Foreground a vague bit of ground in the twilight, black sand, withered grass, a garden anyway, with a few dismal black apple trunks in it, a small canopy of yellow autumn leaves on them here and there. He made this absolutely entirely of his own accord, but isn’t it a good concept, a real impression, well felt? But one isn’t a painter in a year, nor is that necessary. Only there’s already a good thing running through it, and hope is alive instead of one feeling powerless in front of a wall.

I don’t know how things will go for me from now on. At the moment, when I read about that outstanding devil, that famous La Tour — how real it is, by Jove — and — how well (apart from his terrible avarice) that fellow tackled life and — painting. I’ve only just seen Frans Hals — well now, you know how I was full of it, wrote to you at length about it straightaway, about putting things down in one go. Well, what a similarity there is between the ideas of La Tour &c. and Frans Hals, when they express life in pastel that one could blow away. I don’t know what I’ll do or how things will go for me, but I hope I won’t forget these lessons I’ve been taking recently: in one go, quickly but with absolutely total exertion of everything one may have in the way of spirit and attention.
Nowadays — I like nothing better than working with a brush — drawing with it too — instead of making a design in charcoal. When I ask myself how the old Dutchmen set about it, I come up against the relatively few actual drawings. And how astoundingly they — draw. But — I believe that in most cases they began, they progressed, they ended — with their brush. They — didn’t fill in.
A Van Goyen — for instance — I’ve just seen the one of his in the Dupper Collection, an oak tree on a dune in a storm, and the Cuyp, view of Dordrecht. An astounding technique — but — with nothing and as if of its own accord and beyond the paint and — apparently perfectly simple. But — be it in the figure — be it in landscape — how painters have always striven to convince people that a painting is something other than nature in a mirror, something other than imitation, that’s to say re-creation.
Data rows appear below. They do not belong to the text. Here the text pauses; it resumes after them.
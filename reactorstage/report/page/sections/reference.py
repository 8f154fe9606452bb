"""What differs from a reference case: inputs as they stand in the files, then what `compare` tells."""

from __future__ import annotations

from reactorstage.errors import CallError
from reactorstage.report.compared import comparison_tables, limits_sentences, verdict
from reactorstage.report.comparison import Comparison, compared
from reactorstage.report.comparison_units import in_shown_units
from reactorstage.report.inputs import Given, given
from reactorstage.report.page.parts import Block, Grid, Section, Words
from reactorstage.report.page.subject import Reference, Subject
from reactorstage.report.result_json import plain_content, rating_json
from reactorstage.report.table import Column, Table, table
from reactorstage.train.result import Rating

HERE, THERE = "this setting", "the reference"


def reference(subject: Subject) -> Section | None:
    """Differences are this setting minus the reference; nothing without a reference case."""
    other = subject.reference
    if other is None:
        return None
    told = Words(f"Reference: {other.name}. Differences are this setting minus the reference.")
    blocks = [told, _inputs(subject.now, other), *side_by_side(subject, other)]
    return Section("reference", "Against the reference case", tuple(blocks))


def side_by_side(subject: Subject, other: Reference) -> list[Block]:
    """What `compare` tells of two settings, or why they cannot be compared."""
    if other.rating.failure:
        return [Words(f"The reference has no answer: {other.rating.failure}.")]
    if subject.now.failure:
        return []
    try:
        found = in_shown_units(comparison(subject, other.rating))
    except CallError as error:
        return [Words(f"{str(error)[:1].upper()}{str(error)[1:]}.")]
    tables = comparison_tables(found, subject.now.by_products, ("reference", "here"))
    return [
        Words(" ".join([verdict(found), *limits_sentences(found), *found.notes])),
        *(Grid(made, CAPTIONS.get(made.title, made.title.capitalize())) for made in tables),
    ]


CAPTIONS = {
    "SETTINGS": "Settings and other inputs that differ",
    "LIMITS": "Limits at work or broken in either",
    "BEDS": "Beds that differ",
    "HEAT REMOVED": "Heat removed where it differs",
}


def comparison(subject: Subject, other: Rating) -> Comparison:
    """This setting against the reference, which comes first; raises CallError for unlike trains."""
    content = plain_content(rating_json(subject.now))
    if subject.search is not None:
        free = [number.name for number in subject.search.programme.numbers if not number.internal]
        content["decisions"] = dict.fromkeys(free)
    return compared(plain_content(rating_json(other)), content, (THERE, HERE))


def _inputs(now: Rating, other: Reference) -> Block:
    made = changed_inputs(given(now.case), given(other.rating.case))
    return Grid(made, "Inputs that differ") if made.rows else Words("All inputs are the same.")


def changed_inputs(new: list[Given], old: list[Given]) -> Table:
    """Inputs whose text differs, is new or is gone; the name of the case is no input."""
    now, was = ({key(rows, k): row.text for k, row in enumerate(rows)} for rows in (new, old))
    names = [name for name in dict.fromkeys([*now, *was]) if now.get(name) != was.get(name)]
    names = [name for name in names if name[:2] != ("the case", "case")]
    return table("INPUTS", [
        Column(("",), tuple(f"{group}: {name}" for group, name, _ in names), left=True),
        Column(("here",), tuple(_only(now.get(name), was.get(name)) for name in names), left=True),
        Column(("reference",), tuple(_only(was.get(name), now.get(name)) for name in names), left=True),
    ])  # fmt: skip


def _only(text: str | None, other: str | None) -> str:
    """What a text says that the other does not."""
    if text is None:
        return "not there"
    known = (other or "").split("; ")
    return "; ".join(part for part in text.split("; ") if part not in known) or "-"


def key(rows: list[Given], k: int) -> tuple[str, str, int]:
    """What an input is called: group, name and which of several steps of one place."""
    row = rows[k]
    return row.group, row.name, sum((one.group, one.name) == (row.group, row.name) for one in rows[:k])
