"""What the result does not say, and room for those who check it."""

from __future__ import annotations

from reactorstage.report import bounds
from reactorstage.report.cautions import FULL, at_limits, substances
from reactorstage.report.page.parts import Listing, Section, Words
from reactorstage.report.page.subject import Subject


def cautions(subject: Subject) -> Section:
    """Every caution that belongs to this result."""
    rating = subject.now
    held = bounds.together(state for state in bounds.at_work(rating) if not state.implied)
    outside = [note for note in rating.notes if "outside the stated validity" in note]
    items = [*FULL, *at_limits(held), *outside, substances(list(rating.species))]
    sign = Words(
        "Checked by: ____________________   Date: ______________   Change request: ______________", "sign"
    )
    return Section("cautions", "Cautions", (Listing(tuple(items)), sign))
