"""How flat the answer is: equal division, other answers, curvature, the orders of the reactions."""

from __future__ import annotations

from reactorstage.optimiser.programme import Programme
from reactorstage.optimiser.result import Answer, Optimum
from reactorstage.report import sentences
from reactorstage.report.aim import Aim, aim_of
from reactorstage.report.display import brief, counted, fixed, readable, shown, unit
from reactorstage.report.page.parts import Block, Grid, Listing, Section
from reactorstage.report.page.subject import Subject
from reactorstage.report.table import Column, Table, table
from reactorstage.report.understood import order_sentence


def flatness(subject: Subject) -> Section | None:
    """Nothing for a rating."""
    search = subject.search
    if search is None or not search.optimum.answers:
        return None
    optimum, aim = search.optimum, aim_of(subject.now)
    splits = [
        sentences.equal_split_text(split, subject.now).replace("EQUAL SPLIT  of", "An equal split of")
        for split in optimum.equal_splits
    ]
    texts = [*splits, order_sentence(subject.seen), curvature_text(optimum.best, aim)]
    texts += [
        f"At an end of its search range, where no limit holds it: {name}; widen the range."
        for name in optimum.best.at_range
    ]
    blocks: list[Block] = [Listing(tuple(text for text in texts if text))]
    caption = f"{counted(len(optimum.answers), 'distinct answer')} found, best first"
    blocks.append(Grid(answers_table(search.programme, optimum, aim), caption, NOTE))
    return Section("flatness", "How flat the answer is", tuple(blocks))


STEP = 0.1
NOTE = "Answers are local ends of a gradient search from many starts; no proof is given that none is better."


def curvature_text(best: Answer, aim: Aim) -> str:
    """The smallest curvature along the limits in words; a corner has none."""
    if best.curvature is None:
        return (
            "The answer is a corner: limits and ends of ranges hold every number, so there is no curvature."
        )
    size = f"{aim.number(0.5 * STEP**2 * best.curvature)} {aim.unit}".rstrip()
    return (
        "In the flattest direction that the limits leave open, moving by a tenth of a search range costs "
        f"{size} (from the curvature there)."
    )


def answers_table(programme: Programme, optimum: Optimum, aim: Aim) -> Table:
    """Free numbers of each answer, its aim and how many starts reached it."""
    answers = optimum.answers
    user = [(k, number) for k, number in enumerate(programme.numbers) if not number.internal]
    names = tuple(number.name for _, number in user)
    base = answers[0].cost
    heads = tuple(f"answer {n}" for n in range(1, len(answers) + 1))
    columns = [
        Column(
            ("",),
            (*names, f"aim, {aim.unit or 'its number'}", "against the best", "starts that ended there"),
            left=True,
        )
    ]
    for head, answer in zip(heads, answers, strict=True):
        values = [_number(shown(float(answer.x[k]), number.kind)) for k, number in user]
        aimed = (
            fixed(aim.value(answer.cost), 1) if aim.kind == "money rate" else readable(aim.value(answer.cost))
        )
        columns.append(Column((head,), (*values, aimed, aim.number(answer.cost - base), str(answer.starts))))
    columns.append(Column(("unit",), (*(unit(number.kind) for _, number in user), "", "", ""), left=True))
    return table("ANSWERS", columns)


def _number(value: float | None) -> str:
    return brief(None if value is None else round(value, 3), 4)
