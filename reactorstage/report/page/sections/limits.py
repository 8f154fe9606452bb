"""Limits at work and their worth, every limit with its margin."""

from __future__ import annotations

from reactorstage.optimiser.result import Conflict, Optimum
from reactorstage.report import bounds, sentences
from reactorstage.report.aim import Aim, aim_of
from reactorstage.report.display import (
    allowed,
    and_list,
    brief,
    difference,
    difference_kind,
    told,
    unit,
    with_unit,
)
from reactorstage.report.page.diagrams import worth_chart
from reactorstage.report.page.parts import Block, Charts, Folded, Grid, Listing, Section, Words
from reactorstage.report.page.said import said
from reactorstage.report.page.subject import Search, Subject
from reactorstage.report.reach import conflict_text, pairs_text, reach_table
from reactorstage.report.table import Column, Table, table
from reactorstage.report.worths import worth_bars
from reactorstage.train.result import LimitState, Rating

EVERY = 10_000
REACH = (
    "Relaxing pays as long as each further part saves at least half as much, per unit, as the first step. "
    "Then come the limits that have taken over, the relaxation from which the limit no longer matters, and "
    "what that saves in all."
)


def limits(subject: Subject) -> Section | None:
    """What holds the setting and what each limit is worth; nothing for a case without limits."""
    rating = subject.now
    if not rating.limits:
        return None
    blocks: list[Block] = []
    if subject.search is not None:
        blocks += worths(subject, subject.search)
    nearest = bounds.rating_table(rating, EVERY)
    if nearest.rows:
        blocks.append(Grid(nearest, "Limits: broken ones, then the nearest of each label"))
    blocks.append(Folded("Every limit with its margin", (Grid(every_limit(rating), "Every limit"),)))
    return Section("limits", "Limits at work", tuple(blocks))


def worths(subject: Subject, search: Search) -> list[Block]:
    """Bars and table of worths, or the limits that cannot all be met."""
    rating, optimum = subject.now, search.optimum
    if optimum.conflict is not None:
        return conflict(subject, optimum, optimum.conflict)
    made = bounds.worth_table(optimum, rating)
    bars = worth_bars(optimum, rating)
    if not made.rows:
        return [Words("No limit at work could be given a worth.")]
    aim = aim_of(rating)
    free = sum(not number.internal for number in search.programme.numbers)
    counts = bounds.count_text(bounds.at_work(rating), free).replace(": up", "; up")
    note = (
        f"{counts} Every worth was found by solving again with the limit moved by the step, everything else "
        "free."
    )
    return [
        Charts((worth_chart(bars, rating, aim.heading),)),
        Grid(made, f"Limits at work, {aim.heading}", note),
        *reaching(optimum, rating, aim),
        *([Words(said(text))] if (text := sentences.margin_text(optimum, rating)) else []),
    ]


def reaching(optimum: Optimum, rating: Rating, aim: Aim) -> list[Block]:
    """How far relaxing pays and what takes over, and the limits that pay only together."""
    made = reach_table(optimum, rating, aim)
    pairs = pairs_text(optimum.pairs, rating, aim, len(optimum.pairs))
    blocks: list[Block] = [Grid(made, f"How far relaxing pays, {aim.heading}", REACH)] if made.rows else []
    return [*blocks, Words(f"By one step each, {aim.heading}: {lower(said(pairs))}")] if pairs else blocks


def lower(text: str) -> str:
    return text[:1].lower() + text[1:]


def conflict(subject: Subject, optimum: Optimum, found: Conflict) -> list[Block]:
    """The limits that no setting meets, what holds them, a smallest set in conflict, what would be enough."""
    rating = subject.now
    held = bounds.together(rating.limits[index] for index in found.against)
    items = [f"{bounds.sentence(rating.limits[index], subject.currency)}." for index, _ in found.broken]
    blocks: list[Block] = [
        Words("These limits cannot all be met. This setting breaks least, and misses:"),
        Listing(tuple(items)),
    ]
    texts = [*([f"Held there by {and_list(held)}."] if held else [])]
    texts += [said(text) for text in conflict_text(optimum, rating)] or [sentences.give_way(found, rating)]
    return [*blocks, *(Words(text) for text in texts if text)]


def every_limit(rating: Rating) -> Table:
    """One row per limit and owner in the order of the case."""
    states, currency = rating.limits, rating.case.currency
    bound = tuple(f"{s.direction} {allowed(s.bound, s.kind, currency)}" for s in states)
    kept = tuple(_amount(state, state.keep_away or None, currency) for state in states)
    return table("EVERY LIMIT", [
        Column(("",), tuple(bounds.name(state) for state in states), left=True),
        Column(("of",), tuple(state.quantity for state in states), left=True),
        Column(("value",), tuple(told(state.value, state.kind, currency) for state in states)),
        Column(("allowed",), bound, left=True),
        Column(("margin",), tuple(_amount(state, state.margin, currency) for state in states)),
        Column(("kept away",), kept),
        Column(("state",), tuple(bounds.state_word(state) for state in states), left=True),
        Column(("why",), tuple(state.why for state in states), left=True),
    ])  # fmt: skip


def _amount(state: LimitState, value: float | None, currency: str) -> str:
    """A margin or keep-away in the unit of differences; a limit at work has none left."""
    if value is None:
        return "-"
    size = 0.0 if state.at_work and value == state.margin else difference(value, state.kind)
    return with_unit(brief(size, 3), unit(difference_kind(state.kind), currency))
I would like to tell you a lot more about what Chardin, in particular, makes me think about colour — and — not making things the local colour. I think it’s splendid: ‘How to surprise — how to define the substance of this toothless mouth with its infinite subtleties. It’s made with nothing more than a few streaks of yellow and a few sweeping strokes of blue!!!’ When I read this, I thought of – Vermeer of Delft. When one sees it from close to, the townscape in The Hague is incredible, and done with completely different colours from what one would suppose a few steps away.
Regards, I really wanted to tell you right away how good I think De Goncourt’s book.